## What is being asked
The entries below are to be repeated verbatim, in full.

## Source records
--

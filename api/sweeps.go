package api

import (
	"context"
	"fmt"
	"log/slog"
	"mime"
	"strings"
	"time"

	"github.com/labstack/echo/v4"

	"regimed/api/table"
	"regimed/regime/input"
	"regimed/regime/whatif"
)

// typeCSV is the media type of rows as CSV (RFC 4180), with a header.
const typeCSV = "text/csv; charset=utf-8; header=present"

// flushEvery is how long rows may wait until they are sent on.
const flushEvery = 250 * time.Millisecond

// sweep answers a sweep while it is computed.
func (s *Server) sweep(c echo.Context) error {
	body, err := s.requestBody(c)
	if err != nil {
		return err
	}
	request, violations, err := whatif.DecodeRequest(body, s.schema, table.Streams)
	if err != nil {
		return malformed(err)
	}
	if len(violations) > 0 {
		return violated(invalidCase, "The request", violations)
	}
	format := request.Format
	if format == "" {
		format = rowsFormat(c.Request().Header.Values(echo.HeaderAccept))
	}
	if request.Progress && format == table.CSV {
		return violated(invalidCase, "The request", []input.Violation{{Pointer: "/progress", Code: input.Contradiction,
			Sentence: "Rows as CSV have no room for progress; ask for ndjson.", Value: "true"}})
	}
	sheet := &table.Sheet{Plan: request.Plan}
	sheet.From, sheet.To = request.Shard(request.Shards, request.Index)
	if limit := s.config.SweepLimit; sheet.Rows() > limit {
		return problem(tooManyPoints, fmt.Sprintf("The request asks for %d points; this server computes up to %d in one. "+
			"Ask for a part of them, with shards and index, or use the command line: regimed sweep --plan.", sheet.Rows(), limit))
	}
	if s.streams.Err() != nil {
		return problem(unavailable, "The server is about to stop; ask another one.")
	}
	return s.sendSheet(c, sheet, format, request.Progress)
}

// rowsFormat is the form of rows that a client likes better; NDJSON where it
// says nothing or names neither.
func rowsFormat(accept []string) string {
	csv, lines := 0.0, 0.0
	for item := range strings.SplitSeq(strings.Join(accept, ","), ",") {
		media, parameters, err := mime.ParseMediaType(item)
		if err != nil {
			continue
		}
		q := quality("q=" + parameters["q"])
		switch media {
		case "text/csv":
			csv = q
		case typeLines:
			lines = q
		}
	}
	if csv > lines {
		return table.CSV
	}
	return table.NDJSON
}

// sendSheet streams the rows. They end early, with a mark that says so, where the
// server stops; a client who goes away ends the work.
func (s *Server) sendSheet(c echo.Context, sheet *table.Sheet, format string, progress bool) error {
	ctx, cancel := context.WithCancel(c.Request().Context())
	defer cancel()
	defer context.AfterFunc(s.streams, cancel)()
	out := s.rowsOut(c, format)
	w, err := table.New(format, out, sheet)
	if err != nil {
		return err
	}
	if err := w.Begin(); err != nil {
		return nil // the client is gone
	}
	if err := out.Flush(); err != nil {
		return nil
	}
	teller := &teller{to: w, all: sheet.Rows(), flush: out.Flush, flushed: time.Now(), asked: progress}
	end, err := sheet.Write(ctx, w, table.Tally{}, teller.after)
	if err == nil {
		err = out.close()
	}
	s.logSweep(c, end, err)
	return nil
}

// rowsOut is where the rows go.
func (s *Server) rowsOut(c echo.Context, format string) *streamAnswer {
	h := c.Response().Header()
	h.Set(echo.HeaderContentType, map[string]string{table.NDJSON: typeLines, table.CSV: typeCSV}[format])
	h.Add(echo.HeaderVary, echo.HeaderAccept)
	h.Add(echo.HeaderVary, echo.HeaderAcceptEncoding)
	packed := acceptsGzip(c.Request().Header.Values(echo.HeaderAcceptEncoding))
	if packed {
		h.Set(echo.HeaderContentEncoding, "gzip")
	}
	return newStreamAnswer(c, s.config.StreamIdleTimeout, packed)
}

// teller sends on what was written, and says how far it is.
type teller struct {
	to      table.Writer
	all     int64
	percent int64
	asked   bool
	flush   func() error
	flushed time.Time
}

func (t *teller) after(done table.Tally) error {
	if percent := 100 * done.Points / t.all; t.asked && percent > t.percent {
		t.percent = percent
		if p, ok := t.to.(table.ProgressWriter); ok {
			if err := p.Progress(done, t.all); err != nil {
				return err
			}
		}
	}
	if time.Since(t.flushed) < flushEvery {
		return nil
	}
	t.flushed = time.Now()
	return t.flush()
}

// logSweep says what became of the rows; the line of the request says only that
// they were begun well.
func (s *Server) logSweep(c echo.Context, end table.End, err error) {
	state, cause := string(end.State), slog.Attr{}
	if err != nil {
		state, cause = "broken off", slog.String("cause", err.Error())
	}
	s.config.Logger.LogAttrs(context.Background(), slog.LevelInfo, "sweep",
		slog.String("state", state),
		slog.Int64("points", end.Points),
		slog.Int64("problems", end.Problems),
		slog.String("request_id", requestID(c)),
		cause)
}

--

## Exercise result
filename api/sweeps.go
package api

import (
	"context"
	"fmt"
	"log/slog"
	"mime"
	"strings"
	"time"

	"github.com/labstack/echo/v4"

	"regimed/api/table"
	"regimed/regime/input"
	"regimed/regime/whatif"
)

// typeCSV is the media type of rows as CSV (RFC 4180), with a header.
const typeCSV = "text/csv; charset=utf-8; header=present"

// flushEvery is how long rows may wait until they are sent on.
const flushEvery = 250 * time.Millisecond

// sweep answers a sweep while it is computed.
func (s *Server) sweep(c echo.Context) error {
	body, err := s.requestBody(c)
	if err != nil {
		return err
	}
	request, violations, err := whatif.DecodeRequest(body, s.schema, table.Streams)
	if err != nil {
		return malformed(err)
	}
	if len(violations) > 0 {
		return violated(invalidCase, "The request", violations)
	}
	format := request.Format
	if format == "" {
		format = rowsFormat(c.Request().Header.Values(echo.HeaderAccept))
	}
	if request.Progress && format == table.CSV {
		return violated(invalidCase, "The request", []input.Violation{{Pointer: "/progress", Code: input.Contradiction,
			Sentence: "Rows as CSV have no room for progress; ask for ndjson.", Value: "true"}})
	}
	sheet := &table.Sheet{Plan: request.Plan}
	sheet.From, sheet.To = request.Shard(request.Shards, request.Index)
	if limit := s.config.SweepLimit; sheet.Rows() > limit {
		return problem(tooManyPoints, fmt.Sprintf("The request asks for %d points; this server computes up to %d in one. "+
			"Ask for a part of them, with shards and index, or use the command line: regimed sweep --plan.", sheet.Rows(), limit))
	}
	if s.streams.Err() != nil {
		return problem(unavailable, "The server is about to stop; ask another one.")
	}
	return s.sendSheet(c, sheet, format, request.Progress)
}

// rowsFormat is the form of rows that a client likes better; NDJSON where it
// says nothing or names neither.
func rowsFormat(accept []string) string {
	csv, lines := 0.0, 0.0
	for item := range strings.SplitSeq(strings.Join(accept, ","), ",") {
		media, parameters, err := mime.ParseMediaType(item)
		if err != nil {
			continue
		}
		q := quality("q=" + parameters["q"])
		switch media {
		case "text/csv":
			csv = q
		case typeLines:
			lines = q
		}
	}
	if csv > lines {
		return table.CSV
	}
	return table.NDJSON
}

// sendSheet streams the rows. They end early, with a mark that says so, where the
// server stops; a client who goes away ends the work.
func (s *Server) sendSheet(c echo.Context, sheet *table.Sheet, format string, progress bool) error {
	ctx, cancel := context.WithCancel(c.Request().Context())
	defer cancel()
	defer context.AfterFunc(s.streams, cancel)()
	out := s.rowsOut(c, format)
	w, err := table.New(format, out, sheet)
	if err != nil {
		return err
	}
	if err := w.Begin(); err != nil {
		return nil // the client is gone
	}
	if err := out.Flush(); err != nil {
		return nil
	}
	teller := &teller{to: w, all: sheet.Rows(), flush: out.Flush, flushed: time.Now(), asked: progress}
	end, err := sheet.Write(ctx, w, table.Tally{}, teller.after)
	if err == nil {
		err = out.close()
	}
	s.logSweep(c, end, err)
	return nil
}

// rowsOut is where the rows go.
func (s *Server) rowsOut(c echo.Context, format string) *streamAnswer {
	h := c.Response().Header()
	h.Set(echo.HeaderContentType, map[string]string{table.NDJSON: typeLines, table.CSV: typeCSV}[format])
	h.Add(echo.HeaderVary, echo.HeaderAccept)
	h.Add(echo.HeaderVary, echo.HeaderAcceptEncoding)
	packed := acceptsGzip(c.Request().Header.Values(echo.HeaderAcceptEncoding))
	if packed {
		h.Set(echo.HeaderContentEncoding, "gzip")
	}
	return newStreamAnswer(c, s.config.StreamIdleTimeout, packed)
}

// teller sends on what was written, and says how far it is.
type teller struct {
	to      table.Writer
	all     int64
	percent int64
	asked   bool
	flush   func() error
	flushed time.Time
}

func (t *teller) after(done table.Tally) error {
	if percent := 100 * done.Points / t.all; t.asked && percent > t.percent {
		t.percent = percent
		if p, ok := t.to.(table.ProgressWriter); ok {
			if err := p.Progress(done, t.all); err != nil {
				return err
			}
		}
	}
	if time.Since(t.flushed) < flushEvery {
		return nil
	}
	t.flushed = time.Now()
	return t.flush()
}

// logSweep says what became of the rows; the line of the request says only that
// they were begun well.
func (s *Server) logSweep(c echo.Context, end table.End, err error) {
	state, cause := string(end.State), slog.Attr{}
	if err != nil {
		state, cause = "broken off", slog.String("cause", err.Error())
	}
	s.config.Logger.LogAttrs(context.Background(), slog.LevelInfo, "sweep",
		slog.String("state", state),
		slog.Int64("points", end.Points),
		slog.Int64("problems", end.Problems),
		slog.String("request_id", requestID(c)),
		cause)
}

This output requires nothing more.